=== WHAT THE TASK ASKS ===
Determine how many lines of the entries include the word "angleFigure", and report that number with no further text.
BEGIN
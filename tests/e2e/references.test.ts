import { afterAll, beforeAll, describe, expect, it } from 'vitest';
import type { Page } from 'playwright-core';
import { mkdtemp, writeFile } from 'node:fs/promises';
import { tmpdir } from 'node:os';
import { join } from 'node:path';
import { browserSession } from '../helpers/browser-session';
import { generateConformer } from '../../server/chem/index';
import { groText, makeSystem } from '../../seeds/invented-reference';
import type { Molecule } from '../../src/shared/chem';

// Issue 15 through the real client and server: on the molecule page a modeller uploads an invented
// reference of the demo's anisole, sees it matched, starts an analysis of the demo mapping, watches it
// finish and opens its distributions (uPlot charts); picking a term (keyboard in the term list, a click
// on a chart) shows its beads on the drawing and the bead graph, and opens the editor with them marked;
// a student sees both but may not start one. A search that missed the molecule is tried again
// elsewhere without uploading the files again.

const session = browserSession();
let dir: string;

beforeAll(async () => {
  dir = await mkdtemp(join(tmpdir(), 'beadloom-refs-e2e-'));
  await session.open();
});
afterAll(() => session.close());

/** The demo project's anisole, through the API as the signed-in page sees it. */
async function demoAnisole(page: Page): Promise<{ moleculeId: number; mol: Molecule }> {
  const { moleculeId, model } = await page.evaluate(async () => {
    const projects = await (await fetch('/api/projects')).json();
    const molecules: { id: number; name: string }[] = await (await fetch(`/api/projects/${projects[0].id}/molecules`)).json();
    const anisole = molecules.find((m) => m.name === 'Anisole')!;
    const detail = await (await fetch(`/api/molecules/${anisole.id}`)).json();
    return { moleculeId: anisole.id, model: detail.model };
  });
  return { moleculeId, mol: model as Molecule };
}

describe('references and analyses in the browser', () => {
  it('uploads a reference, runs an analysis and shows its distributions', async () => {
    const modeller = await session.signedIn('modeller@example.org', 'beadloom-demo');
    const { moleculeId, mol } = await demoAnisole(modeller);
    const s = makeSystem(mol, await generateConformer(mol, { seed: 5 }), { copies: 8, frames: 12, boxA: 40, noiseA: 0.05, seed: 8 });
    await writeFile(join(dir, 'box.gro'), groText(s, s.frames.slice(0, 1)));
    await writeFile(join(dir, 'traj.gro'), groText(s));

    await modeller.goto(`/molecules/${moleculeId}`);
    const upload = modeller.getByRole('form', { name: 'Upload a reference' });
    await upload.getByLabel('Name', { exact: true }).fill('Anisole box');
    await upload.getByLabel('Structure (.gro, .pdb, .mol)').setInputFiles(join(dir, 'box.gro'));
    await upload.getByLabel(/^Trajectory/).setInputFiles(join(dir, 'traj.gro'));
    await upload.getByRole('button', { name: 'Upload reference' }).click();
    const refs = modeller.getByRole('list', { name: 'References' });
    await refs.getByText('8 copies × 12 frames', { exact: false }).waitFor({ timeout: 60_000 });

    const start = modeller.getByRole('form', { name: 'Start an analysis' });
    await start.getByRole('button', { name: 'Start analysis' }).click();
    const analyses = modeller.getByRole('list', { name: 'Analyses' });
    await analyses.getByRole('button', { name: 'Show distributions' }).click({ timeout: 60_000 });
    await modeller.getByRole('region', { name: 'bonds distributions' }).waitFor();
    expect(await modeller.locator('figure .uplot').count()).toBeGreaterThan(0);

    // A term picked in the term list, with the keyboard, shows its beads on the analysed state's drawing
    // (its atoms ringed) and in the bead graph (its two beads marked).
    const terms = modeller.getByRole('list', { name: 'Terms' });
    const firstBond = terms.getByRole('button').first();
    const bondName = ((await firstBond.textContent()) ?? '').split(' ')[1];
    const [b1, b2] = bondName.split('–');
    await firstBond.focus();
    await modeller.keyboard.press('Enter');
    await expect(firstBond.getAttribute('aria-pressed')).resolves.toBe('true');
    const beads = modeller.getByRole('region', { name: `Beads of the bond ${bondName}` });
    await beads.waitFor();
    await expect.poll(() => beads.locator('[data-term-bead][data-picked="true"]').evaluateAll((els) => els.map((e) => e.getAttribute('data-term-bead')).sort())).toEqual([b1, b2].sort());
    const picture = beads.getByRole('img', { name: /^Drawing of/ });
    await expect(picture.getAttribute('src')).resolves.toMatch(/format=svg.*highlight=\d/);
    await expect.poll(() => picture.evaluate((img: HTMLImageElement) => img.complete && img.naturalWidth > 0)).toBe(true);

    // A click on another term's chart picks that term instead.
    const angles = modeller.getByRole('region', { name: 'angles distributions' });
    const angleFigure = angles.locator('figure').first();
    const angleLabel = (await angleFigure.getAttribute('aria-label'))!.split(':')[0].replace(/^angle /, '').replaceAll('-', '–');
    await angleFigure.click();
    const angleBeads = modeller.getByRole('region', { name: `Beads of the angle ${angleLabel}` });
    await angleBeads.waitFor();
    await expect(angleBeads.locator('[data-term-bead][data-picked="true"]').count()).resolves.toBe(3);

    // The editor opens with the term's beads marked in its bead graph and their atoms ringed.
    await angleBeads.getByRole('link', { name: 'Open in the editor with these beads selected' }).click();
    await modeller.locator('[data-connection="live"]').waitFor();
    await expect.poll(() => modeller.locator('[data-graph-bead][data-active="true"]').count(), { timeout: 10_000 }).toBe(3);
    expect(await modeller.locator('[data-flagged]').count()).toBeGreaterThanOrEqual(3);

    const student = await session.signedIn('student@example.org', 'beadloom-demo');
    await student.goto(`/molecules/${moleculeId}`);
    await student.getByRole('list', { name: 'Analyses' }).getByText('done').waitFor();
    expect(await student.getByRole('form', { name: 'Start an analysis' }).count()).toBe(0);
    expect(await student.getByRole('form', { name: 'Upload a reference' }).count()).toBe(0);
  }, 180_000);

  it('a search that missed the molecule keeps the files: the modeller looks elsewhere and matches again without uploading', async () => {
    const modeller = await session.signedIn('modeller@example.org', 'beadloom-demo');
    const { moleculeId, mol } = await demoAnisole(modeller);
    const s = makeSystem(mol, await generateConformer(mol, { seed: 6 }), { copies: 5, frames: 3, boxA: 36, noiseA: 0.05, seed: 9, residue: 'ANI' });
    await writeFile(join(dir, 'missed.gro'), groText(s));

    await modeller.goto(`/molecules/${moleculeId}`);
    const upload = modeller.getByRole('form', { name: 'Upload a reference' });
    await upload.getByLabel('Name', { exact: true }).fill('Missed box');
    await upload.getByLabel('Structure (.gro, .pdb, .mol)').setInputFiles(join(dir, 'missed.gro'));
    await upload.getByLabel('Where to look (optional)').fill('{ "residue": "SOL" }');
    await upload.getByRole('button', { name: 'Upload reference' }).click();
    const again = modeller.getByRole('form', { name: 'Match Missed box again' });
    await again.waitFor({ timeout: 60_000 });
    await modeller.getByRole('list', { name: 'References' }).getByText('No atom of the reference belongs to a residue named SOL').waitFor();
    // Not JSON is caught in the page; then the right residue finds every copy.
    await again.getByLabel('Look elsewhere (the files are kept)').fill('residue ANI');
    await again.getByRole('button', { name: 'Match again' }).click();
    await again.getByText('Not JSON', { exact: false }).waitFor();
    await again.getByLabel('Look elsewhere (the files are kept)').fill('{ "residue": "ANI" }');
    await again.getByRole('button', { name: 'Match again' }).click();
    await modeller.getByRole('list', { name: 'References' }).getByText('5 copies × 3 frames', { exact: false }).waitFor({ timeout: 60_000 });
    expect(await modeller.getByRole('form', { name: 'Match Missed box again' }).count()).toBe(0);
  }, 120_000);
});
END
=== RESPONSE AREA ===
3